I find that when I travel, the one thing that can really make or break a visit to a new country are the people that you meet along the way. While we met several nice travelers –from US, Israel, England, Germany, and more – it was the Kiwis themselves (on the road themselves or at home) that made us fall in love with this friendly, laid-back country. By the end of the trip we had a collection of handwritten notes on napkins, from waiter, winery workers, and more – helping us to find scenic shortcuts, campsites not listed in our guidebooks, and the best places for fresh seafood. Service was always coupled with a smile. A family of famers in the Otago Peninsula, near Dunedin, were gracious enough to put Janine & I up for a night, take us on a tour of some amazing wildlife on their large parcel of land/private beach – yellow eyed penguins, fur seals, and sea lions, oh my – and even get us a little drunk on gin & tonics. New Zealanders are clearly proud of their country and are equally proud to share it with tourists, and as a traveler, this attitude was very much noticed and appreciated. And from friendly small-town farmers to cosmopolitan city-dwellers, one thing that remained true for every New Zealander we met – was their complete devotion to their World Cup winning rugby team, the All Blacks!
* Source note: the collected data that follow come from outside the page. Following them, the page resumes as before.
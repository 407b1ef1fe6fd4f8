"""Scale step: the layers the kernel sees, on whole arrays of one block.

Delta-M scaling (Wiscombe 1977) removes the forward peak that the streams cannot carry and
counts the light scattered into it as unscattered; the truncated fraction f of each layer
is kept for the corrections. Where the scaled moments would leave [-1, 1] (a backward
peak), the backward-peak rule keeps the layer unscaled with Cesaro (C, 2) means of its
truncated Legendre series. Without delta-M the moments are only cut (or zero-padded) to
the streams.
"""

from __future__ import annotations

import numpy as np

from lamina import phase
from lamina._solver.common import Layers


def scale_layers(
    tau: np.ndarray, albedo: np.ndarray, moments: np.ndarray, streams: int, delta_m: bool,
) -> Layers:
    """The kernel's layers: delta-M scaled (with the backward-peak rule), or cut to streams."""
    if delta_m:
        scaled = phase.delta_m_scale(tau, albedo, moments, streams)
        tau_s = np.ascontiguousarray(scaled.scaled_optical_depth, dtype=np.float64)
        albedo_s = np.ascontiguousarray(scaled.scaled_single_scattering_albedo)
        moments_s = np.ascontiguousarray(scaled.scaled_phase_moments)
        truncation = np.asarray(scaled.truncation_fraction, dtype=np.float64)
        _backward_peaks(tau, albedo, moments, tau_s, albedo_s, moments_s, truncation)
    else:
        ncol, nlayer, nmom = moments.shape
        truncation = np.zeros_like(tau)
        tau_s, albedo_s = np.ascontiguousarray(tau), np.ascontiguousarray(albedo)
        moments_s = np.zeros((ncol, nlayer, streams))
        used = min(nmom, streams)
        moments_s[..., :used] = moments[..., :used]
    return Layers(optical_depth=tau_s, single_scattering_albedo=albedo_s,
                  phase_moments=moments_s, truncation=truncation)


def _backward_peaks(tau, albedo, moments, tau_s, albedo_s, moments_s, truncation) -> None:
    """Replace delta-M where it does not apply: backward-peaked phase functions (in place).

    Delta-M removes a forward peak (Wiscombe 1977). For a backward peak, chi_2n is also
    large and positive, but the "scaled" moments leave [-1, 1]. Such layers keep their
    unscaled optical properties and use the Cesaro (C, 2) means of the truncated Legendre
    series, whose phase function is non-negative (positive summability of Legendre series
    by Cesaro means of order 2), so that the discrete problem stays physical. The
    single-scattering correction then restores the exact single scattering.
    """
    invalid = np.any(np.abs(moments_s) > 1.0 + 1e-12, axis=-1)
    if not np.any(invalid):
        return
    terms = moments_s.shape[-1]
    degree = np.arange(terms)
    weights = (terms - degree) * (terms - degree + 1.0) / (terms * (terms + 1.0))
    given = min(terms, moments.shape[-1])
    damped = np.zeros(moments_s.shape)
    damped[..., :given] = moments[..., :given] * weights[:given]
    tau_s[invalid] = tau[invalid]
    albedo_s[invalid] = albedo[invalid]
    moments_s[invalid] = damped[invalid]
    truncation[invalid] = 0.0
Throughout our exciting adventure, Janine & I experienced plenty of travel mishaps, usual ones – flat tires and long flights delays – and New Zealand-specific ones – an earthquake in Christchurch and several bites from the all too friendly South Island sand flies. But the trip was a winning one and the only regret I have is that we were not able to spend more time to see everything New Zealand had to offer. Janine & I are already planning a 10 year reunion trip – this time, no shorter than a month (per island!) and we will plan in time enough to reserve our spot on a Great Walk. Cheers!